Alcuino declinó responder, pero formuló otra pregunta:
– Decidme, Lotario, ¿es cierto que Rothaart acudía a vuestros aposentos con frecuencia? Para tratar asuntos del molino, supongo…
– Veo a tanta gente que si tuviera que recordarla, no tendría otra cosa en la cabeza. -Carraspeó.
– Pero vuestro acólito sí que lo recuerda. De hecho, me contó que pasabais largos ratos hablando de dinero.
Lotario miró a su acólito con severidad. Luego se volvió hacia Alcuino.
– ¿Y qué si hablaba con él? El obispado posee un molino, y Rothaart trabajaba en otro. A veces nos molía grano, y en otras ocasiones, nosotros a ellos.
– Pero lo sensato hubiera sido tratar esos negocios con el dueño del molino, no con su subalterno.
– ¿Y de ahí inferís lo del asesinato…? Mirad, Alcuino, dejaos de necedades y aceptad lo evidente: hiciera lo que hiciera Rothaart, Kohl era quien vendía el trigo.
– Si no os importa, continuaré con mis necedades… -Echó un nuevo vistazo a sus notas-. Como he señalado antes, Rothaart el pelirrojo manejaba mucho dinero: vestía jubones lujosos, calzaba botines de cuero fino, y adornaba sus brazos con oro suficiente como para comprar un alodio con sus correspondientes labriegos. Algo inexplicable para un ayudante de molinero. Parece obvio pensar que disponía de otros recursos, cosa que concuerda con la actividad que, junto con su colega Gus, desempeñaba los domingos.
– ¿A qué actividad os referís? -preguntó el monarca.

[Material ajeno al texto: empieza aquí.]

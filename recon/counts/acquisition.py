"""How counts are taken: frames in windows, what a count is worth, the calibration tone.

Each sample of a shot is a *window* of `frames_per_window` frames, `frame_interval_us` apart, that
begins at the protocol's sample time. A frame is a pair of counts per channel, signal and
reference, each the sum over the readouts that the frame accumulates. With B(t) the complex field
about the carrier f₀, the sensor sees the real field at the frame's time,

    b(t) = Re[B(t) exp(−i 2π f₀ t)],

which the frame rate folds: the frames oscillate at the alias of f₀.
"""
# ruff: noqa: N815 (unit symbols in field names keep their case)

from __future__ import annotations

from typing import Annotated

import numpy as np
from numpy.typing import NDArray
from pydantic import Field

from recon.band import Alias, alias_of
from recon.errors import InputError
from recon.instrument import Instrument
from recon.protocol import Protocol
from recon.toml import Count, Description, Number

FloatArray = NDArray[np.floating]
Positive = Annotated[Number, Field(gt=0)]
NotNegative = Annotated[Number, Field(ge=0)]


class Tone(Description):
    """A field of known amplitude that is on during every shot, in step with its start.

    The field along the sensing axis is amplitude · cos(2π (f₀ + offset) t), the same in all
    channels. The offset must keep it clear of the lines and of the mains.
    """

    amplitude_nT: Positive
    offset_Hz: Number
    relative_error: NotNegative = 0.0

    @property
    def amplitude(self) -> float:
        """Amplitude, tesla."""
        return self.amplitude_nT / 1e9


class Acquisition(Description):
    """Frames, counts and tone.

    Attributes
    ----------
    frame_interval_us
        Time between frames.
    frames_per_window
        Frames that become one complex sample; at least 6.
    photons_per_count
        Photons that raise the count by one.
    count_offset
        Count without light.
    full_scale_count
        Highest count; a channel that reaches it is saturated.
    read_noise_photons
        Standard deviation of one count from the electronics, in photons.
    carrier_Hz
        f₀; the Larmor frequency if not given.
    mains_Hz
        Nominal frequency of pickup lines; 0 for none.
    mains_harmonics
        Which multiples of it are looked for and removed.
    tone
        The calibration tone, or None.
    """

    frame_interval_us: Positive
    frames_per_window: Annotated[Count, Field(ge=6)]
    photons_per_count: Positive = 1.0
    count_offset: NotNegative = 0.0
    full_scale_count: Annotated[Count, Field(ge=1)] = 65535
    read_noise_photons: NotNegative = 0.0
    carrier_Hz: Positive | None = None
    mains_Hz: NotNegative = 0.0
    mains_harmonics: tuple[Annotated[Count, Field(ge=1)], ...] = (1, 2, 3, 5, 7)
    tone: Tone | None = None

    @property
    def frame_interval(self) -> float:
        """Time between frames, seconds."""
        return self.frame_interval_us / 1e6

    @property
    def window(self) -> float:
        """Duration of a window, seconds."""
        return self.frames_per_window * self.frame_interval

    @property
    def window_centre(self) -> float:
        """Middle of a window's frames after its first frame, seconds."""
        return (self.frames_per_window - 1) * self.frame_interval / 2

    def carrier(self, instrument: Instrument) -> float:
        """f₀, Hz."""
        return instrument.larmor_frequency if self.carrier_Hz is None else self.carrier_Hz

    def alias(self, instrument: Instrument) -> Alias:
        """Where the carrier appears among the frames, and the zone it folds from."""
        return alias_of(self.carrier(instrument), 1 / self.frame_interval)

    def frame_times(self, protocol: Protocol) -> NDArray[np.float64]:
        """Time of every frame after excitation, (windows, frames per window), seconds."""
        within = np.arange(self.frames_per_window) * self.frame_interval
        return np.asarray(protocol.sample_times[:, None] + within)

    def readouts_per_frame(self, instrument: Instrument) -> float:
        """Readouts that a frame accumulates, so that a window takes both quadratures' readouts."""
        return 2 * instrument.readout.readouts_per_sample / self.frames_per_window

    def check(self, instrument: Instrument, protocol: Protocol) -> None:
        """Refuse frames from which samples cannot be made.

        Raises
        ------
        InputError
            Windows overlap, or carrier or tone folds so near to zero or half the frame rate that
            a window does not tell its two quadratures apart.
        """
        times = protocol.sample_times
        if len(times) > 1 and self.window > np.diff(times).min() * (1 + 1e-9):
            raise InputError(
                f"a window of {self.window * 1e3:g} ms is longer than the "
                f"{np.diff(times).min() * 1e3:g} ms between samples",
                "acquisition",
                "use fewer frames per window or a shorter frame_interval_us",
            )
        self._check_alias("carrier", self.carrier(instrument))

    def _check_alias(self, name: str, frequency: float) -> None:
        rate = 1 / self.frame_interval
        alias = alias_of(frequency, rate).frequency
        least = min(alias, rate / 2 - alias)
        if least * self.window < 0.5:
            raise InputError(
                f"the {name} at {frequency:.6g} Hz folds to {alias:.4g} Hz under {rate:.6g} frames "
                "per second, where a window does not tell its quadratures apart",
                "acquisition.frame_interval_us",
                "choose an interval that folds it near a quarter of the frame rate",
            )

    def frame_angles(self, instrument: Instrument, protocol: Protocol) -> NDArray[np.float64]:
        """2π f₀ t of every frame modulo 2π, (windows, frames per window), rad."""
        turns = self.carrier(instrument) * self.frame_times(protocol)
        return np.asarray(2 * np.pi * (turns - np.floor(turns)))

– Hablé con Gus tras la muerte de Rothaart. Un par de jarras de cerveza, y enseguida se avino a contarme lo mucho que iba a lamentar su pérdida. Por lo visto, Rothaart conseguía trigo de no sabía dónde, el cual molía los domingos en el molino de Kohl cuando éste se ausentaba para asistir a la misa mayor. Una vez molido, trasladaban el cereal a un almacén clandestino donde aguardaba el momento para ser vendido, mezclado con el centeno.
– ¿Y os contó todo esto, sin más? -se interesó Carlomagno.
– Bueno. No fue problema convencerle de que ya sabía de sus confabulaciones. Si a ello añadimos la inesperada muerte de Rothaart, que obviamente atribuí a un castigo divino, y la cantidad de cerveza que le di a ingerir, no es de extrañar que confesara lo que en cualquier caso tampoco consideraba un pecado. Pensad que a Gus le tenían engañado, haciéndole trabajar por poco más que algo de vino y cuatro cuartos mal contados.
– Gus, un borracho, y Rothaart, un asesino. Pues bien, ¡tal vez lo fueran! Pero ¿qué tiene que ver eso conmigo? -preguntó Lotario indignado.
– Ya termino. Paciencia… ya termino. Como he explicado antes, deduje que el mal procedía del grano por la semejanza entre los síntomas de los enfermos y los presentados durante la hambruna en mi natal York. Por eso solicité a Lotario los polípticos del obispado: para buscar algún dato referente a centeno contaminado. Sorprendentemente, ni Theresa ni yo encontramos nada que hiciese referencia al centeno, pero sí una hoja raspada y rectificada en cuyo interior residía el secreto de este asunto. En ella, como por ensalmo, se revelaba que un cargamento de trigo viajó desde Magdeburg hasta Fulda. Un cargamento mortal, con un trigo comprado a bajo precio por el antiguo abad.
– ¿Entonces de qué habláis? Id al cementerio y acusad al abad difunto.
– Eso habría hecho, de no ser porque siempre sospeché de los vivos. Sobre todo desde que descubrí que vos estabais roturando un terreno inculto, preparándolo para la siembra en pleno mes de enero. Decidme, Lotario, ¿desde cuándo se siembra trigo en invierno?
– ¡Pero qué estupidez! Ese terreno me pertenece, y puedo hacer con él lo que me venga en gana. Y os digo más. Estoy harto de vuestras acusaciones infundadas y vuestro afán de sabiduría. No habláis más que de necedades sin aportar prueba alguna: invocáis a Rothaart, pero éste ha muerto; habláis del Marrano, pero a su demencia se une su mudez; os referís al antiguo abad de Fulda, pero su cuerpo hace años que descansa en el camposanto; y por último, denunciáis un políptico que revela secretos desconocidos mediante no sé qué arte de brujería, en una hoja que nadie ha visto, y mucho menos comprobado. Muy bien. ¿Tenéis ese políptico? Pues mostradlo de una vez, o tragaos vuestras palabras.